↓↓↓

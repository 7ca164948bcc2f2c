import { describe, expect, it } from 'vitest'
import { makeCentreline } from '~/track/centreline'
import { crestsAndCompressions, type HeightProfile, heightProfile } from '~/track/heights'
import { makeFrame } from '~/track/layout-frame'
import { along, metres, type Position } from '~/track/units'
import { evenPoints, gaussian, nineCorners, seededRandom, toPositions } from '../../tests/support/circuits'

const length = nineCorners.length
const ringTurn = (s: number) => (2 * Math.PI * s) / length

/** Two long waves: gradient and curvature are known exactly. */
const rolling = {
  height: (s: number) => 60 + 14 * Math.sin(2 * ringTurn(s)) + 5 * Math.cos(5 * ringTurn(s)),
  gradient: (s: number) => ringTurn(1) * (28 * Math.cos(2 * ringTurn(s)) - 25 * Math.sin(5 * ringTurn(s))),
  curvature: (s: number) => ringTurn(1) ** 2 * (-56 * Math.sin(2 * ringTurn(s)) - 125 * Math.cos(5 * ringTurn(s))),
}

/** The nine-corner circuit every `spacing` metres with a height for each place along, or none. */
function circuit(height: (s: number, i: number) => number | undefined, spacing = 6) {
  const points = toPositions(evenPoints(nineCorners, spacing))
  return makeCentreline(
    points.map(([longitude, latitude], i): Position => {
      const value = height((i * length) / points.length, i)
      return value === undefined ? [longitude, latitude] : [longitude, latitude, value]
    }),
  )
}

function profileOf(height: (s: number, i: number) => number | undefined, spacing?: number): HeightProfile {
  const profile = heightProfile(circuit(height, spacing), metres(10))
  if (!profile) throw new Error('The circuit has heights')
  return profile
}

/** Greatest difference from a truth over all samples; NaN or null anywhere fails. */
function worst(profile: HeightProfile, key: 'height' | 'gradient' | 'verticalCurvature', truth: (s: number) => number) {
  return profile.samples.reduce((most, sample) => {
    const value = sample[key]
    expect(value).not.toBeNull()
    expect(value).not.toBeNaN()
    return Math.max(most, Math.abs((value ?? Number.NaN) - truth(sample.station)))
  }, 0)
}

describe('heights of a lap', () => {
  it('are those of the road: height within 0.1 m, gradient within 0.2 %, curvature within a tenth of its greatest', () => {
    const profile = profileOf(rolling.height)
    expect(worst(profile, 'height', rolling.height)).toBeLessThan(0.1)
    expect(worst(profile, 'gradient', rolling.gradient)).toBeLessThan(0.002)
    expect(worst(profile, 'verticalCurvature', rolling.curvature)).toBeLessThan(0.1 * 181 * ringTurn(1) ** 2)
  })

  it('bear 30 m between positions: height within 0.3 m, gradient within 0.5 %', () => {
    // Chords of 30 m cut the bends short, so places are taken back to the road that the vertices were read from.
    const line = circuit(rolling.height, 30)
    const onRoad = (s: number) => {
      const i = line.stations.findLastIndex((vertex) => vertex <= s)
      const share = (s - line.stations[i]!) / (line.stations[i + 1]! - line.stations[i]!)
      return ((i + share) * length) / line.count
    }
    const profile = profileOf(rolling.height, 30)
    expect(worst(profile, 'height', (s) => rolling.height(onRoad(s)))).toBeLessThan(0.3)
    expect(worst(profile, 'gradient', (s) => rolling.gradient(onRoad(s)))).toBeLessThan(0.005)
  })

  it('bear whole-metre steps, and say so', () => {
    const profile = profileOf((s) => Math.round(rolling.height(s)))
    expect(profile.resolution).toBe(1)
    expect(worst(profile, 'height', rolling.height)).toBeLessThan(0.6)
    expect(worst(profile, 'gradient', rolling.gradient)).toBeLessThan(0.02)
  })

  it('bear 0 for missing, voids and spikes', () => {
    const profile = profileOf((s, i) =>
      i % 29 === 3 ? 0 : i % 37 === 8 ? -32768 : rolling.height(s) + (i % 41 === 5 ? 40 : 0),
    )
    expect(worst(profile, 'height', rolling.height)).toBeLessThan(0.2)
  })

  it('are null where there are none, or only zeros', () => {
    expect(
      heightProfile(
        circuit(() => undefined),
        metres(10),
      ),
    ).toBeNull()
    expect(
      heightProfile(
        circuit(() => 0),
        metres(10),
      ),
    ).toBeNull()
  })

  it('stay unknown across a gap of more than 100 m and are filled across a shorter one', () => {
    const long = profileOf((s) => (s > 900 && s < 1400 ? undefined : rolling.height(s)))
    const inGap = long.samples.filter(({ station }) => station > 915 && station < 1385)
    expect(inGap.flatMap((s) => [s.height, s.gradient, s.verticalCurvature]).filter((value) => value !== null)).toEqual(
      [],
    )
    expect(long.known).toBeCloseTo(1 - 500 / length, 1)
    const short = profileOf((s) => (s > 900 && s < 980 ? undefined : rolling.height(s)))
    expect(short.known).toBe(1)
    expect(worst(short, 'height', rolling.height)).toBeLessThan(0.6)
  })

  it('tell the lowest and the highest place and the metres climbed', () => {
    const profile = profileOf((s) => 30 + 8 * Math.sin(3 * ringTurn(s)))
    expect(profile.lowest.height).toBeCloseTo(22, 0)
    expect(profile.highest.height).toBeCloseTo(38, 0)
    expect(Math.abs(profile.climb - 3 * 16)).toBeLessThan(1)
    const top = (profile.highest.station / length) * 12
    expect(Math.min(...[1, 5, 9].map((twelfth) => Math.abs(top - twelfth)))).toBeLessThan(0.2)
  })

  it('turn round with the direction: gradient changes its sign, curvature does not, the climb is the same', () => {
    const line = circuit(rolling.height)
    const backward = heightProfile(makeFrame(line, { startAlong: along(0), reversed: true }), metres(10))
    const forward = heightProfile(line, metres(10))
    forward?.samples.forEach((sample, k) => {
      const mirrored = backward?.samples[(forward.samples.length - k) % forward.samples.length]
      expect(mirrored?.height).toBeCloseTo(sample.height ?? Number.NaN, 6)
      expect(mirrored?.gradient).toBeCloseTo(-(sample.gradient ?? Number.NaN), 6)
      expect(mirrored?.verticalCurvature).toBeCloseTo(sample.verticalCurvature ?? Number.NaN, 8)
    })
    expect(backward?.climb).toBeCloseTo(forward?.climb ?? Number.NaN, 4)
  })
})

describe('crests and compressions', () => {
  it('are found where the road has them, with their radius', () => {
    const truth = (s: number) => 60 + 6 * Math.cos(4 * ringTurn(s))
    const found = crestsAndCompressions(profileOf(truth))
    expect(found.map((crest) => crest.kind)).toEqual([
      'crest',
      'compression',
      'crest',
      'compression',
      'crest',
      'compression',
      'crest',
      'compression',
    ])
    found.forEach((crest) => {
      expect(crest.verticalRadius / (1 / (6 * (4 * ringTurn(1)) ** 2))).toBeCloseTo(1, 1)
    })
  })

  it('are not invented from whole-metre steps, noise, or no heights', () => {
    const random = seededRandom(21)
    const even = (s: number) => 40 + 9 * Math.sin(ringTurn(s))
    expect(crestsAndCompressions(profileOf(even))).toEqual([])
    expect(crestsAndCompressions(profileOf((s) => Math.round(even(s))))).toEqual([])
    expect(crestsAndCompressions(profileOf((s) => even(s) + 0.4 * gaussian(random), 2))).toEqual([])
    expect(crestsAndCompressions(profileOf(() => 12.3))).toEqual([])
  })

  it('keep their kind when the lap is driven the other way', () => {
    const line = circuit((s) => 60 + 6 * Math.cos(4 * ringTurn(s)))
    const kinds = (reversed: boolean) => {
      const profile = heightProfile(makeFrame(line, { startAlong: along(100), reversed }), metres(10))
      return profile ? crestsAndCompressions(profile).map((crest) => crest.kind) : []
    }
    expect(kinds(false)).toHaveLength(8)
    expect(kinds(true)).toEqual(kinds(false).reverse())
  })
})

↑↑↑

§ **ASSIGNMENT**:
Return all entries exactly.

§ **RESULT**:
repository 7ca164948bcc2f2c
import { describe, expect, it } from 'vitest'
import { makeCentreline } from '~/track/centreline'
import { crestsAndCompressions, type HeightProfile, heightProfile } from '~/track/heights'
import { makeFrame } from '~/track/layout-frame'
import { along, metres, type Position } from '~/track/units'
import { evenPoints, gaussian, nineCorners, seededRandom, toPositions } from '../../tests/support/circuits'

const length = nineCorners.length
const ringTurn = (s: number) => (2 * Math.PI * s) / length

/** Two long waves: gradient and curvature are known exactly. */
const rolling = {
  height: (s: number) => 60 + 14 * Math.sin(2 * ringTurn(s)) + 5 * Math.cos(5 * ringTurn(s)),
  gradient: (s: number) => ringTurn(1) * (28 * Math.cos(2 * ringTurn(s)) - 25 * Math.sin(5 * ringTurn(s))),
  curvature: (s: number) => ringTurn(1) ** 2 * (-56 * Math.sin(2 * ringTurn(s)) - 125 * Math.cos(5 * ringTurn(s))),
}

/** The nine-corner circuit every `spacing` metres with a height for each place along, or none. */
function circuit(height: (s: number, i: number) => number | undefined, spacing = 6) {
  const points = toPositions(evenPoints(nineCorners, spacing))
  return makeCentreline(
    points.map(([longitude, latitude], i): Position => {
      const value = height((i * length) / points.length, i)
      return value === undefined ? [longitude, latitude] : [longitude, latitude, value]
    }),
  )
}

function profileOf(height: (s: number, i: number) => number | undefined, spacing?: number): HeightProfile {
  const profile = heightProfile(circuit(height, spacing), metres(10))
  if (!profile) throw new Error('The circuit has heights')
  return profile
}

/** Greatest difference from a truth over all samples; NaN or null anywhere fails. */
function worst(profile: HeightProfile, key: 'height' | 'gradient' | 'verticalCurvature', truth: (s: number) => number) {
  return profile.samples.reduce((most, sample) => {
    const value = sample[key]
    expect(value).not.toBeNull()
    expect(value).not.toBeNaN()
    return Math.max(most, Math.abs((value ?? Number.NaN) - truth(sample.station)))
  }, 0)
}

describe('heights of a lap', () => {
  it('are those of the road: height within 0.1 m, gradient within 0.2 %, curvature within a tenth of its greatest', () => {
    const profile = profileOf(rolling.height)
    expect(worst(profile, 'height', rolling.height)).toBeLessThan(0.1)
    expect(worst(profile, 'gradient', rolling.gradient)).toBeLessThan(0.002)
    expect(worst(profile, 'verticalCurvature', rolling.curvature)).toBeLessThan(0.1 * 181 * ringTurn(1) ** 2)
  })

  it('bear 30 m between positions: height within 0.3 m, gradient within 0.5 %', () => {
    // Chords of 30 m cut the bends short, so places are taken back to the road that the vertices were read from.
    const line = circuit(rolling.height, 30)
    const onRoad = (s: number) => {
      const i = line.stations.findLastIndex((vertex) => vertex <= s)
      const share = (s - line.stations[i]!) / (line.stations[i + 1]! - line.stations[i]!)
      return ((i + share) * length) / line.count
    }
    const profile = profileOf(rolling.height, 30)
    expect(worst(profile, 'height', (s) => rolling.height(onRoad(s)))).toBeLessThan(0.3)
    expect(worst(profile, 'gradient', (s) => rolling.gradient(onRoad(s)))).toBeLessThan(0.005)
  })

  it('bear whole-metre steps, and say so', () => {
    const profile = profileOf((s) => Math.round(rolling.height(s)))
    expect(profile.resolution).toBe(1)
    expect(worst(profile, 'height', rolling.height)).toBeLessThan(0.6)
    expect(worst(profile, 'gradient', rolling.gradient)).toBeLessThan(0.02)
  })

  it('bear 0 for missing, voids and spikes', () => {
    const profile = profileOf((s, i) =>
      i % 29 === 3 ? 0 : i % 37 === 8 ? -32768 : rolling.height(s) + (i % 41 === 5 ? 40 : 0),
    )
    expect(worst(profile, 'height', rolling.height)).toBeLessThan(0.2)
  })

  it('are null where there are none, or only zeros', () => {
    expect(
      heightProfile(
        circuit(() => undefined),
        metres(10),
      ),
    ).toBeNull()
    expect(
      heightProfile(
        circuit(() => 0),
        metres(10),
      ),
    ).toBeNull()
  })

  it('stay unknown across a gap of more than 100 m and are filled across a shorter one', () => {
    const long = profileOf((s) => (s > 900 && s < 1400 ? undefined : rolling.height(s)))
    const inGap = long.samples.filter(({ station }) => station > 915 && station < 1385)
    expect(inGap.flatMap((s) => [s.height, s.gradient, s.verticalCurvature]).filter((value) => value !== null)).toEqual(
      [],
    )
    expect(long.known).toBeCloseTo(1 - 500 / length, 1)
    const short = profileOf((s) => (s > 900 && s < 980 ? undefined : rolling.height(s)))
    expect(short.known).toBe(1)
    expect(worst(short, 'height', rolling.height)).toBeLessThan(0.6)
  })

  it('tell the lowest and the highest place and the metres climbed', () => {
    const profile = profileOf((s) => 30 + 8 * Math.sin(3 * ringTurn(s)))
    expect(profile.lowest.height).toBeCloseTo(22, 0)
    expect(profile.highest.height).toBeCloseTo(38, 0)
    expect(Math.abs(profile.climb - 3 * 16)).toBeLessThan(1)
    const top = (profile.highest.station / length) * 12
    expect(Math.min(...[1, 5, 9].map((twelfth) => Math.abs(top - twelfth)))).toBeLessThan(0.2)
  })

  it('turn round with the direction: gradient changes its sign, curvature does not, the climb is the same', () => {
    const line = circuit(rolling.height)
    const backward = heightProfile(makeFrame(line, { startAlong: along(0), reversed: true }), metres(10))
    const forward = heightProfile(line, metres(10))
    forward?.samples.forEach((sample, k) => {
      const mirrored = backward?.samples[(forward.samples.length - k) % forward.samples.length]
      expect(mirrored?.height).toBeCloseTo(sample.height ?? Number.NaN, 6)
      expect(mirrored?.gradient).toBeCloseTo(-(sample.gradient ?? Number.NaN), 6)
      expect(mirrored?.verticalCurvature).toBeCloseTo(sample.verticalCurvature ?? Number.NaN, 8)
    })
    expect(backward?.climb).toBeCloseTo(forward?.climb ?? Number.NaN, 4)
  })
})

describe('crests and compressions', () => {
  it('are found where the road has them, with their radius', () => {
    const truth = (s: number) => 60 + 6 * Math.cos(4 * ringTurn(s))
    const found = crestsAndCompressions(profileOf(truth))
    expect(found.map((crest) => crest.kind)).toEqual([
      'crest',
      'compression',
      'crest',
      'compression',
      'crest',
      'compression',
      'crest',
      'compression',
    ])
    found.forEach((crest) => {
      expect(crest.verticalRadius / (1 / (6 * (4 * ringTurn(1)) ** 2))).toBeCloseTo(1, 1)
    })
  })

  it('are not invented from whole-metre steps, noise, or no heights', () => {
    const random = seededRandom(21)
    const even = (s: number) => 40 + 9 * Math.sin(ringTurn(s))
    expect(crestsAndCompressions(profileOf(even))).toEqual([])
    expect(crestsAndCompressions(profileOf((s) => Math.round(even(s))))).toEqual([])
    expect(crestsAndCompressions(profileOf((s) => even(s) + 0.4 * gaussian(random), 2))).toEqual([])
    expect(crestsAndCompressions(profileOf(() => 12.3))).toEqual([])
  })

  it('keep their kind when the lap is driven the other way', () => {
    const line = circuit((s) => 60 + 6 * Math.cos(4 * ringTurn(s)))
    const kinds = (reversed: boolean) => {
      const profile = heightProfile(makeFrame(line, { startAlong: along(100), reversed }), metres(10))
      return profile ? crestsAndCompressions(profile).map((crest) => crest.kind) : []
    }
    expect(kinds(false)).toHaveLength(8)
    expect(kinds(true)).toEqual(kinds(false).reverse())
  })
})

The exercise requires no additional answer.